-- Opening Marker --
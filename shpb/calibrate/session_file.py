"""Reading a calibration session: which shots were fired on one day, how, and where their records lie."""

from __future__ import annotations

import dataclasses
from collections.abc import Mapping
from pathlib import Path
from typing import Any

from shpb.calibrate.session import BarEnd, CalibrationShot, Session, ShotKind
from shpb.errors import FileMistakes, Mistake
from shpb.rig.bar import Striker
from shpb.rig.calibration_file import check_day
from shpb.rig.mistakes import Collector, nearest, shown
from shpb.rig.overrides import hints_in
from shpb.rig.rig import Rig
from shpb.rig.session_keys import SESSION_FILE, SHOT
from shpb.rig.tables import Values, read_tables
from shpb.rig.text_file import read_text, toml_tables

_STRIKER = ("length", "diameter", "density", "wave_speed")
# What only one kind of shot has, and the words for it.
_OF_SHUNT = ("station", "shunt")
_OF_STRUCK = ("striker_speed", *(f"striker_{what}" for what in _STRIKER))


def read_session(path: str | Path) -> Session:
    """Read and check a calibration session.

    Parameters
    ----------
    path : str or Path
        The TOML file; ``calibration/README.md`` lists its keys. Records and rig file are taken as seen from its
        folder.

    Returns
    -------
    Session
        In SI; ``text`` holds the file word for word.

    Raises
    ------
    FileMistakes
        With all mistakes of the file at once.
    InputError
        If the file cannot be read or is no TOML.
    """
    path = Path(path)
    return session_from_text(read_text(path, "calibration session"), str(path), path.parent)


def session_from_text(text: str, name: str, folder: str | Path) -> Session:
    """Return the session that a text describes.

    Parameters
    ----------
    text : str
        The TOML text.
    name : str
        What messages call it.
    folder : str or Path
        Where its records and its rig file are looked for.

    Raises
    ------
    FileMistakes, InputError
        As :func:`read_session`.
    """
    seen = Collector(name)
    session = _session(toml_tables(text, name), text, Path(folder), seen)
    seen.finish()
    assert session is not None  # None always comes with a mistake
    return session


def session_on_rig(session: Session, rig: Rig) -> Session:
    """The session with the rig's striker in every shot that names no other.

    Raises
    ------
    FileMistakes
        If a shunt names a station that the rig has not.
    """
    found = [
        Mistake(
            session.source or "calibration session",
            f"shot {shot.shot_id}: station",
            shown(shot.station),
            "one of " + ", ".join(rig.gauges),
            f"Did you mean {guess}?" if (guess := nearest(shot.station, rig.gauges)) else "",
        )
        for shot in session.shots
        if shot.kind is ShotKind.SHUNT and shot.station not in rig.gauges
    ]
    if found:
        raise FileMistakes(found)
    shots = tuple(
        shot
        if shot.striker is not None or shot.kind is ShotKind.SHUNT
        else dataclasses.replace(shot, striker=rig.striker)
        for shot in session.shots
    )
    return dataclasses.replace(session, shots=shots)


def _session(document: Mapping[str, Any], text: str, folder: Path, seen: Collector) -> Session | None:
    items = _items(document, seen)
    plain = {name: content for name, content in document.items() if not _is_shots(name, content)}
    tables = read_tables(plain, SESSION_FILE[:-1], seen)
    head = tables["calibration"]
    check_day(head, "date", seen)
    read = [_read_shot(item, number, seen) for number, item in enumerate(items, 1)]
    _check_doubles(read, seen)
    shots = [_shot(values, folder) for values in read if not seen.mistakes]
    if seen.mistakes:
        return None
    return Session(
        date=head.text("date"),
        rig_file=folder / head.text("rig"),
        shots=tuple(shots),
        name=head.text("name"),
        holds_days=head.given.get("holds_days", 365),
        temperature_k=head.quantity("temperature"),
        propagation_of=head.given.get("propagation", ()),
        operator=head.text("operator"),
        remarks=head.text("remarks"),
        hints=hints_in(tables["record"]),
        text=text,
        source=seen.file,
    )


def _is_shots(name: str, content: object) -> bool:
    """Whether something is the list of shots, be its name misspelt."""
    return name == SHOT.name or (isinstance(content, list) and any(isinstance(one, dict) for one in content))


def _items(document: Mapping[str, Any], seen: Collector) -> list[object]:
    """What stands under [[shot]]."""
    for name, content in document.items():
        if name != SHOT.name and _is_shots(name, content):
            seen.add(f"[[{name}]]", "an unknown table", "[[shot]]", f"Write [[{SHOT.name}]] for each shot")
            return []
    content = document.get(SHOT.name)
    if isinstance(content, list) and content:
        return content
    if isinstance(content, Mapping):
        sheet = "specimen" in document
        mend = "This is a shot sheet: reduce it" if sheet else "Double the brackets, once for each shot"
        seen.add(f"[{SHOT.name}]", "a single table", f"[[{SHOT.name}]]", mend)
    else:
        found = "nothing" if not content else shown(content)
        seen.add(f"[[{SHOT.name}]]", found, "at least one shot", f"Add [[{SHOT.name}]] with id, kind, record")
    return []


def _read_shot(item: object, number: int, seen: Collector) -> Values:
    """One shot, with what its kind needs and must not have."""
    table = dataclasses.replace(SHOT, name=f"shot {number}")
    values = read_tables({table.name: item}, (table,), seen)[table.name]
    if not values.has("kind"):
        return values
    kind = ShotKind(values.given["kind"])
    if kind is ShotKind.SHUNT:
        _need(values, ("station", "shunt"), f"a {kind} needs it", seen)
        _refuse(values, _OF_STRUCK, f"a {kind} has none: nothing is fired", seen)
        _agree(values, "bar", values.text("station").split("_")[0], "that of the station", seen)
    else:
        _refuse(values, _OF_SHUNT, f"{kind} has none", seen)
    if kind is ShotKind.BARS_TOGETHER:
        why = "with bars together the striker hits the incident bar at its far end"
        _agree(values, "bar", "incident", why, seen)
        _agree(values, "struck_end", "far", why, seen)
    striker = [f"striker_{what}" for what in _STRIKER]
    if kind is not ShotKind.SHUNT and values.touched & set(striker):
        _need(values, striker, "of another striker than the rig file's, all four must stand", seen)
    return values


def _need(values: Values, stems: tuple[str, ...] | list[str], why: str, seen: Collector) -> None:
    for key in SHOT.keys:
        if key.stem in stems and key.stem not in values.touched:
            example = f"Add it, for example {key.name} = {key.example}"
            seen.add(f"{values.path}.{key.name}", "nothing", f"{key.expected(key.units[0])}; {why}", example)


def _refuse(values: Values, stems: tuple[str, ...], why: str, seen: Collector) -> None:
    for stem in stems:
        if stem in values.given:
            seen.add(values.key(stem), "a value", f"none: {why}", "Remove it, or correct the kind")


def _agree(values: Values, stem: str, meant: str, why: str, seen: Collector) -> None:
    """What need not be said must not be said wrong."""
    if stem in values.given and values.text(stem) != meant and meant:
        mend = "Remove it, or correct the kind or the station"
        seen.add(values.key(stem), shown(values.text(stem)), f"{shown(meant)}: {why}", mend)


def _check_doubles(read: list[Values], seen: Collector) -> None:
    """Two shots share neither an id nor a record."""
    ids: dict[str, str] = {}
    files: dict[str, str] = {}
    for values in read:
        name = values.text("id")
        if name and ids.setdefault(name.casefold(), values.path) != values.path:
            first = ids[name.casefold()]
            seen.add(
                values.key("id"), f"{shown(name)}, as {first}", "ids that differ", "Rename one of the two"
            )
        for file in values.given.get("record", ()):
            place = str(Path(file))
            if files.setdefault(place, values.path) != values.path:
                seen.add(
                    values.key("record"),
                    f"{shown(file)}, the record of {files[place]} too",
                    "a record of its own",
                    "Name each record once: used twice it would count as two shots",
                )


def _shot(values: Values, folder: Path) -> CalibrationShot:
    given = values.given
    kind = ShotKind(given["kind"])
    return CalibrationShot(
        shot_id=given["id"],
        kind=kind,
        record_files=tuple(folder / file for file in given["record"]),
        bar=given.get("bar", "incident"),
        struck_end=BarEnd(given.get("struck_end", "far")),
        striker_speed_m_s=given.get("striker_speed"),
        striker=_striker(values),
        station=values.text("station"),
        shunt_ohm=given.get("shunt"),
        remarks=values.text("remarks"),
    )


def _striker(values: Values) -> Striker | None:
    length, diameter, density, speed = (values.quantity(f"striker_{what}") for what in _STRIKER)
    if length is None or diameter is None or density is None or speed is None:
        return None
    return Striker(length_m=length, diameter_m=diameter, density_kg_m3=density, wave_speed_m_s=speed)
-- Closing Marker --
== WHAT TO WORK ON ==
For the entries, state the number of lines that include the string "InputError". Add no other words.

== RESULT OF THIS EXERCISE ==
2